You can also manage Rocky's memory directly from your terminal without entering the TUI:
- Ingest Markdown: Import one or more files/directories as semantic memory:
python rocky.py ingest datasets/semantic-memories.md
- List Semantic Titles:
python rocky.py memory list [limit]
- Search a Semantic Memory by Title:
python rocky.py memory search "User"
rocky/
├── rocky.py # CLI entry point (Ingest / Memory management)
├── rocky/ # Core package
│ ├── agent.py # Agent orchestration and turn execution logic
│ ├── config.py # Configuration and environment loading
│ ├── conversation.py
│ ├── events.py # Event-driven TUI updates
│ ├── llm.py # Ollama-backed LLM interface
│ ├── memory/ # SQLite persistence and memory manager
│ ├── prompts/ # Externalized system and memory prompts
│ ├── session.py # UI-facing session state management
│ ├── tools/ # Tool registration and execution
│ └── tui/ # Curses-based terminal interface
├── datasets/ # Example semantic memory Markdown files
└── pyproject.toml # Dependencies and package metadata
- Memory Routing: Rocky doesn't just search memory every turn; he uses a router to decide when past context is actually needed for the current query.
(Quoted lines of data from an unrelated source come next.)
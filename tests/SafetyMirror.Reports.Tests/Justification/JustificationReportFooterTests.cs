using System.Text.RegularExpressions;
using SafetyMirror.Reports.Documents;
using SafetyMirror.Reports.Justification;

namespace SafetyMirror.Reports.Tests.Justification;

// The footer of every page of a report rendered from a stored study revision, and the same bytes for the same report.
public sealed partial class JustificationReportFooterTests : IDisposable
{
    // SHA-256 of "abc": FIPS 180-2, Appendix B.1; any 64 hex digits would do, this one is a published digest.
    private const string Hash = "ba7816bf8f01cfea414140de5dae2223b00361a396177a9cb410ff61f20015ad";
    private const string Stamp = "Study 0f8fad5b-d9cb-469f-a165-70867728950e rev 3 hash ba7816bf8f01cfea";

    private readonly Poppler poppler = new();

    public void Dispose() => poppler.Dispose();

    private static JustificationReport StampedReport() => JustificationReport.ForEvaluation(
        InventedCorner.Plan(),
        InventedCorner.Evaluation,
        InventedCorner.Header() with { Stamp = new StudyStamp(Guid.Parse("0f8fad5b-d9cb-469f-a165-70867728950e"), 3, Hash) });

    [Fact]
    public void ToPdf_Stamped_EveryPageFooterHasTheStampAndPageNOfN()
    {
        var pdf = poppler.Write(StampedReport().ToPdf(PaperSize.A4));
        var pages = int.Parse(PageCount().Match(Poppler.Info(pdf)).Groups[1].Value, System.Globalization.CultureInfo.InvariantCulture);

        Assert.True(pages > 1, $"{pages} page(s)");
        Assert.All(Enumerable.Range(1, pages), page =>
        {
            var text = Poppler.Text(pdf, page);
            Assert.Contains("Invented Sorrel Mews exit", text, StringComparison.Ordinal);
            Assert.Contains($"INV-2025-007 · {Stamp} · 2025-03-14", text, StringComparison.Ordinal);
            Assert.Contains($"Page {page} of {pages}", text, StringComparison.Ordinal);
        });
    }

    [Fact]
    public void ToPdf_Stamped_HeaderBlockGivesTheFullHash()
    {
        var text = Poppler.Flow(poppler.Write(StampedReport().ToPdf(PaperSize.A4)));

        Assert.Contains($"Rendered from stored study 0f8fad5b-d9cb-469f-a165-70867728950e, revision 3, request hash (SHA-256) {Hash}.", text, StringComparison.Ordinal);
    }

    [Fact]
    public void ToPdf_SameReportTwice_GivesTheSameBytes()
    {
        Assert.Equal(StampedReport().ToPdf(PaperSize.A4), StampedReport().ToPdf(PaperSize.A4));
    }

    [Fact]
    public void ToHtml_Stamped_FooterAndPrintedMarginBoxCarryTheStamp()
    {
        var html = StampedReport().ToHtml(PaperSize.A4);

        Assert.Matches($"<footer class=\"report-footer\">.*{Regex.Escape(Stamp)}.*</footer>", html);
        Assert.Matches($"@bottom-left {{ content: \"[^\"]*{Regex.Escape(Stamp)}", html);
        Assert.Contains("counter(page) \" of \" counter(pages)", html, StringComparison.Ordinal);
    }

    [GeneratedRegex(@"Pages:\s+(\d+)")]
    private static partial Regex PageCount();
}
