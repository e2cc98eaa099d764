using System.Text.Json;
using NetTopologySuite.Geometries;
using SafetyMirror.Core.Design.Evaluation;
using SafetyMirror.Core.Design.Glare;
using SafetyMirror.Core.Optics;
using SafetyMirror.Core.Site;
using SafetyMirror.Reports.Documents;
using SafetyMirror.Reports.Justification;

namespace SafetyMirror.Reports.Tests.Justification;

// The WGS84 demo corner is invented (openapi/examples/demo-corner-wgs84.json). The section is checked against the Core's
// own scan and wording: this proves the report states the scan and draws it, not the sun's position.
public sealed class JustificationReportGlareTests : IDisposable
{
    private const int Year = 2026;

    private readonly Poppler poppler = new();

    public void Dispose() => poppler.Dispose();

    [Fact]
    public void ForEvaluation_Wgs84Demo_PdfHasTheSunGlareSubsectionAndItsSentences()
    {
        var (plan, evaluation) = Wgs84Demo();
        var scan = GlareScanner.Scan(plan, evaluation.Placement.ToMirror(), new GlareScanOptions(Year));

        var text = Poppler.Flow(poppler.Write(JustificationReport.ForEvaluation(plan, evaluation, InventedCorner.Header(), glare: scan).ToPdf(PaperSize.A4)));

        Assert.Contains("Sun glare", text, StringComparison.Ordinal);
        // The sentences as a reader gets them: the eye by its name, no JSON path of the request.
        Assert.Contains(Words(Wording.ForReader(GlareWording.Sentences(scan)[0])), text, StringComparison.Ordinal);
        ReaderWords.AssertPlain(text);
    }

    [Fact]
    public void ForEvaluation_Wgs84Demo_DrawsTheGlareChartWithItsMonthTicks()
    {
        var (plan, evaluation) = Wgs84Demo();
        var scan = GlareScanner.Scan(plan, evaluation.Placement.ToMirror(), new GlareScanOptions(Year));

        var page = JustificationReport.ForEvaluation(plan, evaluation, InventedCorner.Header(), glare: scan).ToHtml(PaperSize.A4);

        var chart = page[page.IndexOf("Sun glare through 2026", StringComparison.Ordinal)..];
        // The demo mirror glares between about 15:05 and 17:25 UTC (the Core scan), so the time axis has a 16:00 tick.
        Assert.All(["Jan", "Jun", "Dec", "16:00"], tick => Assert.Contains($">{tick}<", page, StringComparison.Ordinal));
        Assert.Contains("Sun glare through 2026 at the eye", chart, StringComparison.Ordinal);
    }

    [Fact]
    public void ForEvaluation_LocalPlan_SaysWhyThereIsNoGlareScan()
    {
        var scan = GlareScanner.Scan(InventedCorner.Plan(), InventedCorner.Mirror.ToMirror(), new GlareScanOptions(Year));

        var text = Poppler.Flow(poppler.Write(JustificationReport.ForEvaluation(InventedCorner.Plan(), InventedCorner.Evaluation, InventedCorner.Header(), glare: scan).ToPdf(PaperSize.A4)));

        Assert.Contains("Sun glare", text, StringComparison.Ordinal);
        Assert.Contains(Words(GlareScanner.LocalPlanReason), text, StringComparison.Ordinal);
    }

    // pdftotext breaks lines where the page does: compare word by word.
    private static string Words(string sentence) => string.Join(' ', sentence.Split(' ', StringSplitOptions.RemoveEmptyEntries));

    private static (SitePlan Plan, MirrorEvaluation Evaluation) Wgs84Demo()
    {
        using var request = JsonDocument.Parse(File.ReadAllText(Path.Combine(RepositoryRoot(), "openapi", "examples", "demo-corner-wgs84.json")));
        var plan = SitePlanReader.Read(request.RootElement.GetProperty("plan"), SitePlanLimits.Default).Plan!;
        var mirror = request.RootElement.GetProperty("mirror");
        var location = mirror.GetProperty("location").GetProperty("coordinates");
        var local = plan.Frame.ToLocal(new Coordinate(location[0].GetDouble(), location[1].GetDouble()));
        var placement = new MirrorPlacement(local.X, local.Y, mirror.GetProperty("centreHeightM").GetDouble(), mirror.GetProperty("azimuthDeg").GetDouble(),
            mirror.GetProperty("tiltDownDeg").GetDouble(), mirror.GetProperty("radiusM").GetDouble(), new RoundAperture(mirror.GetProperty("diameterM").GetDouble()));
        return (plan, MirrorEvaluator.Evaluate(plan, placement, new EvaluationOptions { StationSpacingM = 5 }).Evaluation!);
    }

    private static string RepositoryRoot()
    {
        var folder = new DirectoryInfo(AppContext.BaseDirectory);
        while (folder is not null && !File.Exists(Path.Combine(folder.FullName, "SafetyMirror.sln")))
        {
            folder = folder.Parent;
        }

        return folder?.FullName ?? throw new InvalidOperationException("The repository root (SafetyMirror.sln) was not found above the test folder.");
    }
}
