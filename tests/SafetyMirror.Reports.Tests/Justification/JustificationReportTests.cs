using System.Text.RegularExpressions;
using SafetyMirror.Core.Design;
using SafetyMirror.Core.Design.Evaluation;
using SafetyMirror.Core.Design.Recommendation;
using SafetyMirror.Reports.Documents;
using SafetyMirror.Reports.Justification;

namespace SafetyMirror.Reports.Tests.Justification;
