namespace SafetyMirror.Core.Optics;

/// <summary>Paraxial (first-order) results for a convex mirror: checks and explanation, never the engine.</summary>
/// <remarks>Sign convention "real is positive": object distances are positive, the convex mirror's focal
/// length is −R/2 and its images, being virtual, have negative distances.</remarks>
public static class Paraxial
{
    /// <summary>The signed focal length of a convex mirror, −R/2.</summary>
    public static double FocalLengthM(double radiusM) => -Preconditions.Positive(radiusM, "m") / 2;

    /// <summary>Image distance from the mirror equation 1/do + 1/di = 1/f (negative: behind the mirror).</summary>
    public static double ImageDistanceM(double objectDistanceM, double radiusM)
    {
        Preconditions.Positive(objectDistanceM, "m");
        var f = FocalLengthM(radiusM);
        return 1 / ((1 / f) - (1 / objectDistanceM));
    }

    /// <summary>Lateral magnification m = −di/do (positive and below 1: upright and reduced).</summary>
    public static double Magnification(double objectDistanceM, double radiusM) =>
        -ImageDistanceM(objectDistanceM, radiusM) / objectDistanceM;

    /// <summary>
    /// Paraxial angle at the eye subtended by an object of height h at distance L in front of the mirror,
    /// the eye at distance d: h·f / (L·d + f·(L + d)) with f = R/2.
    /// </summary>
    public static double ApparentAngle(double heightM, double objectDistanceM, double eyeDistanceM, double radiusM)
    {
        var f = Preconditions.Positive(radiusM, "m") / 2;
        return heightM * f / ((objectDistanceM * eyeDistanceM) + (f * (objectDistanceM + eyeDistanceM)));
    }

    /// <summary>Coddington's tangential focal length for a narrow pencil at incidence θ: (R/2)·cos θ (virtual).</summary>
    public static double TangentialFocalLengthM(double radiusM, double incidence) =>
        Preconditions.Positive(radiusM, "m") / 2 * Math.Cos(incidence);

    /// <summary>Coddington's sagittal focal length for a narrow pencil at incidence θ: (R/2)/cos θ (virtual).</summary>
    public static double SagittalFocalLengthM(double radiusM, double incidence) =>
        Preconditions.Positive(radiusM, "m") / 2 / Math.Cos(incidence);
}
- Compaction: Dialogue is compacted into a working-memory summary when it grows too large, and you can trigger this manually with
/compact. - Reflection: Private reflection is gated so Rocky only pays for it on important turns or tool-driven turns.
- Prompt Split: The main reply prompt handles identity, memory, tools, and reply constraints; the monologue prompt carries Rocky's inner decision style and private thought framing.
- Durable Storage: Semantic memory (notes/facts) is persisted across all sessions, while episodic memory is unique to the current interaction timeline.
- Keep reducing hidden model work in the hot path while preserving Rocky's personality.
- Improve semantic memory structure beyond title/content into richer entity- and relation-aware records.
- Continue tightening the boundary between outward reply generation and inward reflection/state updates.